Mental abuse, also called psychological abuse or emotional abuse, isn't any less serious because you partner doesn't actually hit you. In fact, mental abuse can be just as dangerous, costing you your self-esteem, your ability to support yourself financially and even sometimes your life. What's worse is that all types of abuse are closely related, meaning just because your partner doesn't physically abuse you today doesn't mean he won't tomorrow. It's likely you'll never be able to stop his abusive behaviors, and his behavior shouldn't be your responsibility to change. The safest thing to do in any abusive situation is to find a way to escape it.
Step 1
Take action now. Never wait to see if your situation will improve, according to HelpGuide.org. Abusers often apologize, buy you gifts and make big promises after they abuse you. Don't be fooled. This is simply another step in the cycle of manipulation and the abuse will continue.
Step 2
Educate yourself on mental abuse. The more you know, the easier it will be to change your life. Learning about mental abuse can reinforce that the abuse is never your fault or within your control.

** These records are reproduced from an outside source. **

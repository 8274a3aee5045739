#!/usr/bin/env python3
"""The tables that tests/golden/SPECIFICATION.md and LAWS.md refer to, tests/golden/tables.json.

Run without arguments it checks that the file holds what the library's headers hold; with --write it
writes the file from them. Reals stand as hexadecimal floating point texts, bars as hexadecimal words.
(The headers come from tests/reference/make_math_tables.py, which computes all of them at 60 digits.)
"""

import json
import os
import re
import sys

ROOT = os.path.join(os.path.dirname(os.path.abspath(__file__)), "..", "..")
REAL = r"-?0x[0-9a-f.]+p-?\d+|0\.0"
PAIR = r"\{(%s), (%s)\}" % (REAL, REAL)


def header(path):
    with open(os.path.join(ROOT, "include", "leat", *path.split("/")), encoding="ascii") as f:
        return f.read()


def constant(text, name):
    return re.search(r"double %s = (%s);" % (name, REAL), text).group(1)


def rows(text, name, pattern, count):
    body = re.search(r" %s\[%d\] = \{(.*?)\n\};" % (name, count), text, re.DOTALL).group(1)
    found = [list(row) if isinstance(row, tuple) else row for row in re.findall(pattern, body)]
    if len(found) != count:
        raise SystemExit("%s: %d entries read, %d expected" % (name, len(found), count))
    return found


def tables():
    powers = header("core/exponential_table.hpp")
    layers = header("distributions/detail/ziggurat_table.hpp")
    logs = header("core/logarithm_table.hpp")
    gammas = header("core/log_gamma_table.hpp")
    sines = header("core/sine_table.hpp")
    angles = header("core/arctangent_table.hpp")
    result = {"exp": {name: constant(powers, name)
                      for name in ("steps_per_log", "log_step_high", "log_step_low")}}
    result["exp"]["powers"] = rows(powers, "power_of_two_table", PAIR, 128)
    result["log"] = {
        "first": re.search(r"log_first = 0x([0-9a-f]{16});", logs).group(1),
        "two_high": constant(logs, "log_two_high"),
        "two_low": constant(logs, "log_two_low"),
        "polynomial": rows(logs, "log_polynomial", REAL, 6),
        "entries": rows(logs, "logarithm_table", r"\{(%s), (%s), (%s)\}" % (REAL, REAL, REAL), 128),
    }
    result["log_gamma"] = {
        "middle": rows(gammas, "log_gamma_middle", REAL, 24),
        "stirling": rows(gammas, "stirling_series", REAL, 9),
        "half_log_two_pi": constant(gammas, "half_log_two_pi"),
    }
    result["sine_cosine"] = {
        "two_pi": constant(sines, "two_pi"),
        "two_pi_rest": constant(sines, "two_pi_rest"),
        "entries": rows(sines, "sine_table", PAIR, 128),
    }
    result["arctangent"] = {
        "half_pi": constant(angles, "half_pi"),
        "half_pi_rest": constant(angles, "half_pi_rest"),
        "entries": rows(angles, "arctangent_table", PAIR, 65),
    }
    for law in ("normal", "exponential"):
        result[law] = {
            "tail": constant(layers, law + "_tail"),
            "layers": rows(layers, law + "_layers", r"\{(%s), 0x([0-9a-f]{16})u\}" % REAL, 256),
            "heights": rows(layers, law + "_heights", REAL, 257),
        }
    return result


def main():
    path = os.path.join(ROOT, "tests", "golden", "tables.json")
    if sys.argv[1:] == ["--write"]:
        with open(path, "w", encoding="ascii") as f:
            f.write(json.dumps(tables(), sort_keys=True).replace("], ", "],\n") + "\n")
        return 0
    with open(path, encoding="ascii") as f:
        kept = json.load(f)
    if kept != tables():
        print("tables.json does not hold what the headers hold; a change of a table that is there "
              "needs a new major version")
        return 1
    print("tables.json: as the headers")
    return 0


if __name__ == "__main__":
    sys.exit(main())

It also can help you recognize patterns and behaviors that you didn't even realize were manipulative and dangerous.
Step 3
Seek help from a community domestic violence professional. Talk openly about your husband's behaviors and your feelings. A professional can help you figure out the court systems, make a safety plan, find safe housing and provide emotional support.
Step 4
Develop a safety plan that includes ways to leave at a moment's notice, and places to go. Also include important phone numbers and transportation services. Determine safe people in your life who can support you as you leave your abuser. Memorize this list and keep it close to you.
Step 5
Leave in the safest manner possible as determined by your safety plan. While you may feel like you owe it to your marriage or to your children to try to work things out, be strong and remember that you deserve to be safe and happy. Staying and trying to solve his problems is a form of enabling, according to HelpGuide.org, and reinforces his abusive behaviors. Call the police or your community support advocate if you don't feel you can leave safely.
Step 6
Make an appointment to speak to a therapist of counselor. It's likely your abuser made you feel worthless or somehow worthy of abuse, according to "Psychology Today." Speak to a professional to overcome grief for your ending marriage, trauma associated with the abuse and residual feelings of doubt, low self-esteem, depression or anxiety.